# Provided entries
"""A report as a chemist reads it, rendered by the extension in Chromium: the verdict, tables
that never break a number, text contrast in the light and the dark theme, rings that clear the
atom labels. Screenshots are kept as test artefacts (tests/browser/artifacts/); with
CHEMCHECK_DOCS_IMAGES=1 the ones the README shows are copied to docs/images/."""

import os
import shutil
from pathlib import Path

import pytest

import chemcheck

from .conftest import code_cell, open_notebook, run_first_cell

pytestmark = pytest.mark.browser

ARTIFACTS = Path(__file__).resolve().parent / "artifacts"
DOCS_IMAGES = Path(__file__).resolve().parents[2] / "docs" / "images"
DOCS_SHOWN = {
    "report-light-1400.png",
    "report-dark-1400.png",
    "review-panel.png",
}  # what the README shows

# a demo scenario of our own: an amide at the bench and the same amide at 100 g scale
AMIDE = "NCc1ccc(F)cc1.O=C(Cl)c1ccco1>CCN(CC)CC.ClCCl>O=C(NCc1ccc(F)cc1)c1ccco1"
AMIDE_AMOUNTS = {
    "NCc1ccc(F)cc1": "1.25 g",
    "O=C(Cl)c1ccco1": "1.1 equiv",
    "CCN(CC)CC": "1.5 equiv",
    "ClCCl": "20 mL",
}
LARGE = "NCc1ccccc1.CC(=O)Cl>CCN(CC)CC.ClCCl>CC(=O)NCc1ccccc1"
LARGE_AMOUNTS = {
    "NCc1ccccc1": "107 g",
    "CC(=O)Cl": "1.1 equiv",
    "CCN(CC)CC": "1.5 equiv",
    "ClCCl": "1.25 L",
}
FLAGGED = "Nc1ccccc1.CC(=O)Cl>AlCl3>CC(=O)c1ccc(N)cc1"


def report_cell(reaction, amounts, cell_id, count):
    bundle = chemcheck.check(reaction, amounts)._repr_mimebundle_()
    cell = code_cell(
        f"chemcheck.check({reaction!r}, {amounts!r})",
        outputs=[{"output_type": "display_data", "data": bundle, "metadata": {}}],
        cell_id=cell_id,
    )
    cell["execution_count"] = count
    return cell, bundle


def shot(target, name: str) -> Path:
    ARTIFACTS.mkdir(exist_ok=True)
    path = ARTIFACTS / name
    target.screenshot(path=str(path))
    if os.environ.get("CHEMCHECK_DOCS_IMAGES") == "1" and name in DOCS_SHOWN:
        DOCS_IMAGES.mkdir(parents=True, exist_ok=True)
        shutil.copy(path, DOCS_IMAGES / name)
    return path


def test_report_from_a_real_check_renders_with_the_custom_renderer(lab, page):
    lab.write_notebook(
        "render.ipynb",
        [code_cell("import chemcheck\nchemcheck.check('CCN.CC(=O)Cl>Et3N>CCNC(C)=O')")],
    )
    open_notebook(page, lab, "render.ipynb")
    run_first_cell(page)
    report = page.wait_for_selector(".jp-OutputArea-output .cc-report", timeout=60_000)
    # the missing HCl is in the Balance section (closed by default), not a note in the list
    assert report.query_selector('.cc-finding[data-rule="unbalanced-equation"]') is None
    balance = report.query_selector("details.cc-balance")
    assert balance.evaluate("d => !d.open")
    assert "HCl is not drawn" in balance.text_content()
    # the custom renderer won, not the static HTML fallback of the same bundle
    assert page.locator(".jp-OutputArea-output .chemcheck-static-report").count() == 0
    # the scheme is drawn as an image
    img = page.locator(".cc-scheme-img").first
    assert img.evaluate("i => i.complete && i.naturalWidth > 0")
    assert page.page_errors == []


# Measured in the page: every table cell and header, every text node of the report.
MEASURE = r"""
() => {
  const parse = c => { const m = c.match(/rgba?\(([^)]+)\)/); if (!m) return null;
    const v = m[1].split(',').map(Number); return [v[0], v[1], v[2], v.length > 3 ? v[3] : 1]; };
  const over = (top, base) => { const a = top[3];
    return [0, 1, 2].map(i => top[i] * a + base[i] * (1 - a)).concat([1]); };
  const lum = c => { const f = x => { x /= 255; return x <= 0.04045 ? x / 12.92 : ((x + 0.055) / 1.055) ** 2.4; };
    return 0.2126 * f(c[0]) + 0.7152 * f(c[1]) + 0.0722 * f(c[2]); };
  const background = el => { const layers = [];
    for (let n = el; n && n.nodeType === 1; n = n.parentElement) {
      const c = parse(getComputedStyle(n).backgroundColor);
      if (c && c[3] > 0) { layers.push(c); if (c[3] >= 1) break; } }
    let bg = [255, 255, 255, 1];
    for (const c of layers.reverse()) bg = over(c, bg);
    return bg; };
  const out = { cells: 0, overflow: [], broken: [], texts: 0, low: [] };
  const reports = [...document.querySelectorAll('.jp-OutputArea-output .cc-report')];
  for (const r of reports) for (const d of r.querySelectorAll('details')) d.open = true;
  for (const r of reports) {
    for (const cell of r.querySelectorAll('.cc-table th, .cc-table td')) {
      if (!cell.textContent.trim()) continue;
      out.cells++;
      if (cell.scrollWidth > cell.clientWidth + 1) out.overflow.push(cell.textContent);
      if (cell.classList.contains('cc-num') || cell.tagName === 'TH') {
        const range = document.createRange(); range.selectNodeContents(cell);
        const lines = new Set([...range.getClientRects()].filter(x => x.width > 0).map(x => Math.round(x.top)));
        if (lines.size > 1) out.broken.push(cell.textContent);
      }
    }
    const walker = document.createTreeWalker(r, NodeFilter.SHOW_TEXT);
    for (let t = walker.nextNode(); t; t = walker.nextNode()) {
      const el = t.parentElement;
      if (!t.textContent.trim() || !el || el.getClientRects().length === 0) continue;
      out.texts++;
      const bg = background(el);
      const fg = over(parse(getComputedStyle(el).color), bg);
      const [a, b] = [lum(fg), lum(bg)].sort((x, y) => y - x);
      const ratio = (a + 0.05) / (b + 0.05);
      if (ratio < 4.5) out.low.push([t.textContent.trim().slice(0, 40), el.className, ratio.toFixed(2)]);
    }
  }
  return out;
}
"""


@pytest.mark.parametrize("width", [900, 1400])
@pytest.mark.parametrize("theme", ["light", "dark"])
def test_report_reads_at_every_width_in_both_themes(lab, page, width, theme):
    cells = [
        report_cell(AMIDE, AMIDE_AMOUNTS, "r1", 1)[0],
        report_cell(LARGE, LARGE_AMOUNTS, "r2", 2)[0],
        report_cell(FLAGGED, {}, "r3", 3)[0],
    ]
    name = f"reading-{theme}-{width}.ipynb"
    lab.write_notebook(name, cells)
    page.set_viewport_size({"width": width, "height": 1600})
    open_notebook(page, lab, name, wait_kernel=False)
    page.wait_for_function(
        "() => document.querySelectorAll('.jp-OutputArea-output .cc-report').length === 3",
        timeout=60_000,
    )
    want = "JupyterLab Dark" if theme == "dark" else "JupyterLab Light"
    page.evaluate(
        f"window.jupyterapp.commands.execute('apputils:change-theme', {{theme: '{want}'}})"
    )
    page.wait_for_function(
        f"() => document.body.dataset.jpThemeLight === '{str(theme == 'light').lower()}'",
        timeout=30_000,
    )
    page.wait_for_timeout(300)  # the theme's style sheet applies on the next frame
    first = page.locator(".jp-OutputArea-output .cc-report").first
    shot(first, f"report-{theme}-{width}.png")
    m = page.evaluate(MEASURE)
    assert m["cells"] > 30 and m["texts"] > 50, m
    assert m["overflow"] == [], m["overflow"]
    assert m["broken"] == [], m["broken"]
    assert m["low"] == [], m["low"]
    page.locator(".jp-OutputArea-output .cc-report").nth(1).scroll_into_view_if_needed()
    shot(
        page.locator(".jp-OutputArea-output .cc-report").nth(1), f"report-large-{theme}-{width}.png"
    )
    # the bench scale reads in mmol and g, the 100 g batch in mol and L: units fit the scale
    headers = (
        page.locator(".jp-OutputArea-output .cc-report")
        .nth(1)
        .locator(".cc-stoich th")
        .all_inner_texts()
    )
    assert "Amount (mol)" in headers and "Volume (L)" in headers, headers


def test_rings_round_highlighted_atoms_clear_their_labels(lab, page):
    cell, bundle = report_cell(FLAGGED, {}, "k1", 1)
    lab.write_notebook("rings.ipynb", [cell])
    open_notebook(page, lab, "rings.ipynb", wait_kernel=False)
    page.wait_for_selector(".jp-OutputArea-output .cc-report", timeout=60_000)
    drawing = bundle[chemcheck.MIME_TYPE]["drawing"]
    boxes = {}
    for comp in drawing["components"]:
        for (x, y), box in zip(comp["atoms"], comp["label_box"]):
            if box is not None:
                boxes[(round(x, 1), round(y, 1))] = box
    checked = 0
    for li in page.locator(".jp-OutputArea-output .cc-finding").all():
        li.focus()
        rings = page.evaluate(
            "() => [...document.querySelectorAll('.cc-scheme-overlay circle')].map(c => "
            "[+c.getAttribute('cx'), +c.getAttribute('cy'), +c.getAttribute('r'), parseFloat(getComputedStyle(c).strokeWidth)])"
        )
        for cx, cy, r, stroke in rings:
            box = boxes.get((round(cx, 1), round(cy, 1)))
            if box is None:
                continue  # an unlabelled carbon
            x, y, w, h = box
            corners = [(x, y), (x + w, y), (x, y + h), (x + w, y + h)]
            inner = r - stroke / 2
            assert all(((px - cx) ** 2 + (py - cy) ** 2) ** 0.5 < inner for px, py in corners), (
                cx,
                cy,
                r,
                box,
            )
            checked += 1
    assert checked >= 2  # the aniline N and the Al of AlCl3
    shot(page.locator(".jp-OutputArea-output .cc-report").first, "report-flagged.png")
* * *
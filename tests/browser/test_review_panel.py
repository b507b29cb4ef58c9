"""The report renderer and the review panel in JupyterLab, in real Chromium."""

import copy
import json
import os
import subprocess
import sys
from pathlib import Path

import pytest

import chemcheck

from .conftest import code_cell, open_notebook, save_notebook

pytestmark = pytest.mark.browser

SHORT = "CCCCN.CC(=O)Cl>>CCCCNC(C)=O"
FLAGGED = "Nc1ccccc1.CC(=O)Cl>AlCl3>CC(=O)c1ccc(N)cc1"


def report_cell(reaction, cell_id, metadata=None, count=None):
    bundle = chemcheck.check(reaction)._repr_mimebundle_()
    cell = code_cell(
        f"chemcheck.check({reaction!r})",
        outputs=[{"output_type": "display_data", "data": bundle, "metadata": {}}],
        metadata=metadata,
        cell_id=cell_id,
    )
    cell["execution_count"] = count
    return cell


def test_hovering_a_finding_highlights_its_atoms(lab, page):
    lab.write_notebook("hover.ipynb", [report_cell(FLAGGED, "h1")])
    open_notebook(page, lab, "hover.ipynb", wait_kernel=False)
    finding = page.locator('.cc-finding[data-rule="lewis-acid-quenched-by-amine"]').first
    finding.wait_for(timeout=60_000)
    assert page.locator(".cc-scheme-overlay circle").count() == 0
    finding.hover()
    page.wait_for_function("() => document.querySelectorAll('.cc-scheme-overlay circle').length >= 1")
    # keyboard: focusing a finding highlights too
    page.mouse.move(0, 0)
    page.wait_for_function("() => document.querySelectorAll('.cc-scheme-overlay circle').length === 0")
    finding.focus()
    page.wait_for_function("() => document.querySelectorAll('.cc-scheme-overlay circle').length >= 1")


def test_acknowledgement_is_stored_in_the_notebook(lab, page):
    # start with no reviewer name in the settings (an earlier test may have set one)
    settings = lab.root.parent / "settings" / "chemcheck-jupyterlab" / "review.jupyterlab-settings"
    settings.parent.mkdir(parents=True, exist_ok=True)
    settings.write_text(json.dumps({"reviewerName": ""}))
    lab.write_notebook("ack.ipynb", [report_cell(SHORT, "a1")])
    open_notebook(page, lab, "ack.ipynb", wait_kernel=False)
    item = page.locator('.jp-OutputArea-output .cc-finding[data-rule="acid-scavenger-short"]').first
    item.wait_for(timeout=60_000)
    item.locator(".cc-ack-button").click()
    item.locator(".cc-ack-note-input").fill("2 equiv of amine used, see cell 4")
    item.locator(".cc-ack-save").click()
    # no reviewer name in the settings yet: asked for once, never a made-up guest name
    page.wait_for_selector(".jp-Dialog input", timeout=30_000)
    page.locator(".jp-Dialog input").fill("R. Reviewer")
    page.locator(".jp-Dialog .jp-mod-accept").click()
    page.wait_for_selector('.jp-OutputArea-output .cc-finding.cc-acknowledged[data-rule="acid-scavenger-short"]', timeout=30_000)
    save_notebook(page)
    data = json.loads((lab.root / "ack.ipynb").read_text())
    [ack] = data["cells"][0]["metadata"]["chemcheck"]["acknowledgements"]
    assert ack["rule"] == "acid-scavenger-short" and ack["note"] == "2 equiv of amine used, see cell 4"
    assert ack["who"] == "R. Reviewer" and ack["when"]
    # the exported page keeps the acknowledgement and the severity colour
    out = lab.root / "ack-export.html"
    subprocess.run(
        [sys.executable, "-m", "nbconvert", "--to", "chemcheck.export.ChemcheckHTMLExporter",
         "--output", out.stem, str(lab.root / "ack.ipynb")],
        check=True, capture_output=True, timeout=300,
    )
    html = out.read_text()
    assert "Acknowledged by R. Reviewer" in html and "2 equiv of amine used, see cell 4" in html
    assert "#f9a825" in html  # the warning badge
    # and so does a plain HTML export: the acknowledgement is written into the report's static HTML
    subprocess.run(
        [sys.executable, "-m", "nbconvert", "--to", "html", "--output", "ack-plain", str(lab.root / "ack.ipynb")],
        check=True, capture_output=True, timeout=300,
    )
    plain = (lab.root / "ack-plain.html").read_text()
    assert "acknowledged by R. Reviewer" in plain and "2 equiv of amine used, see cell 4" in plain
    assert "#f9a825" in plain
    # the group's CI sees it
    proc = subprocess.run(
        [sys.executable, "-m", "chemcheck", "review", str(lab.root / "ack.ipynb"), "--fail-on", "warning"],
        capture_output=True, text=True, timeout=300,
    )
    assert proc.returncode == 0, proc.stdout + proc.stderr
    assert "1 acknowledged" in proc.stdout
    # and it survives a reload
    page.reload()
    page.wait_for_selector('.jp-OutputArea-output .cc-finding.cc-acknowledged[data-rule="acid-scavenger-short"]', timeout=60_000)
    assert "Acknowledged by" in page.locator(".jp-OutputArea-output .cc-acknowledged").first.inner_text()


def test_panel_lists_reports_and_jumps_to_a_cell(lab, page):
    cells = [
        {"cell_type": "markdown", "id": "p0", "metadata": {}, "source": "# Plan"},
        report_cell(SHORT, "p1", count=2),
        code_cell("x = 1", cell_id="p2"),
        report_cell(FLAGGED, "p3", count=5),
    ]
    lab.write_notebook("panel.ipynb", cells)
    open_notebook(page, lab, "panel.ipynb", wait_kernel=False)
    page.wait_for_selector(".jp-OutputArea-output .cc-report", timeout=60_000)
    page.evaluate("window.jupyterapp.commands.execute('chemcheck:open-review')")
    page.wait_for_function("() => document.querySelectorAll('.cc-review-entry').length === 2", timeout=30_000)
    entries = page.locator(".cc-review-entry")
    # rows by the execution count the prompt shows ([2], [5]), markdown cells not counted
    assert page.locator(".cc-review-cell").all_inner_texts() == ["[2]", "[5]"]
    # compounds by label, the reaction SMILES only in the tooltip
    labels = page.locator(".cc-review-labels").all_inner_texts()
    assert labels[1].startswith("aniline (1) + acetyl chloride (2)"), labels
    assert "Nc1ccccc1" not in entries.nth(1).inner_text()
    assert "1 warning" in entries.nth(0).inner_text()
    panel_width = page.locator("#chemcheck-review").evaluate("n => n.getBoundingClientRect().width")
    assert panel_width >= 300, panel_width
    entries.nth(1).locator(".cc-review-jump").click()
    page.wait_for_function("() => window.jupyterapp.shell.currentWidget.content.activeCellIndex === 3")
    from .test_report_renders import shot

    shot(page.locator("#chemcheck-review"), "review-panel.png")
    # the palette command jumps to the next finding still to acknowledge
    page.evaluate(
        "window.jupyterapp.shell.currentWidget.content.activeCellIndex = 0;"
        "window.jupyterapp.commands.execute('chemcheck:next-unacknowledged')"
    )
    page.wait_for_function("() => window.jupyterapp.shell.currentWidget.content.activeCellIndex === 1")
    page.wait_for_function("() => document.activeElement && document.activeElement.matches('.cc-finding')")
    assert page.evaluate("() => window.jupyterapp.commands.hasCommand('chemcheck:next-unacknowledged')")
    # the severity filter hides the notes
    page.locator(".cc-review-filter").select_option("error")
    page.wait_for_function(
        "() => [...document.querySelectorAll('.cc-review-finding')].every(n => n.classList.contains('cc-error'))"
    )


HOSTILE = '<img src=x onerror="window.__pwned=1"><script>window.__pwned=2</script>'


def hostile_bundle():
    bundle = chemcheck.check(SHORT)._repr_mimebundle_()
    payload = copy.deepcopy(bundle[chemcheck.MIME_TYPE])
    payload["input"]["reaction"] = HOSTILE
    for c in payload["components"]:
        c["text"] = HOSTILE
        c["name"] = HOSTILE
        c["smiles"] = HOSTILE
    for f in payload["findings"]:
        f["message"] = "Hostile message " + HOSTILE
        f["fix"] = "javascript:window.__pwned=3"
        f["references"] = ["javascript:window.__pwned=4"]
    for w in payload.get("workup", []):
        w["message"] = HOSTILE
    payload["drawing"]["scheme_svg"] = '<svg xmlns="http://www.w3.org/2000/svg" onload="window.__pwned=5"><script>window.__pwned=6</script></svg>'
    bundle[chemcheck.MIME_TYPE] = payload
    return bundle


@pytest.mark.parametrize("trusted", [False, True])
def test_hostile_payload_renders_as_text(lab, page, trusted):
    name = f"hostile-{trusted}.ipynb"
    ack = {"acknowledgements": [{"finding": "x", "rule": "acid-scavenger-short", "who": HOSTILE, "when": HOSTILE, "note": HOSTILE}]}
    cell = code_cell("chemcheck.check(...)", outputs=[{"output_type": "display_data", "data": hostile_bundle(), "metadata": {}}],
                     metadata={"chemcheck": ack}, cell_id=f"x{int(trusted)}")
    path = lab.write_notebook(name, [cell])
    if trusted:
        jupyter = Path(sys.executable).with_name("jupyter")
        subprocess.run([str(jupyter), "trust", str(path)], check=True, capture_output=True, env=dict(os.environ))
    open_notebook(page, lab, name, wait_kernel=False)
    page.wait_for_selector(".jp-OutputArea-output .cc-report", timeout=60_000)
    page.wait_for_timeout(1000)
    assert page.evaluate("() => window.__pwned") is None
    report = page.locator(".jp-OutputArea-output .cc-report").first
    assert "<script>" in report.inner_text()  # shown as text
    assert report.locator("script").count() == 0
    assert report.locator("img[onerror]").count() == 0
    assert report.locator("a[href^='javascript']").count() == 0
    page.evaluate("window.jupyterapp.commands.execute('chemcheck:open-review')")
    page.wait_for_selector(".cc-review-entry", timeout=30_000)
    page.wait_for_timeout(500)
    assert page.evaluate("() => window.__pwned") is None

# Required action
Using the records above, write out exactly the lines between the one holding "if (lines.size >" and the one holding "out.texts++;", inclusive; leave everything else out.

# Task solution
        if (lines.size > 1) out.broken.push(cell.textContent);
      }
    }
    const walker = document.createTreeWalker(r, NodeFilter.SHOW_TEXT);
    for (let t = walker.nextNode(); t; t = walker.nextNode()) {
      const el = t.parentElement;
      if (!t.textContent.trim() || !el || el.getClientRects().length === 0) continue;
      out.texts++;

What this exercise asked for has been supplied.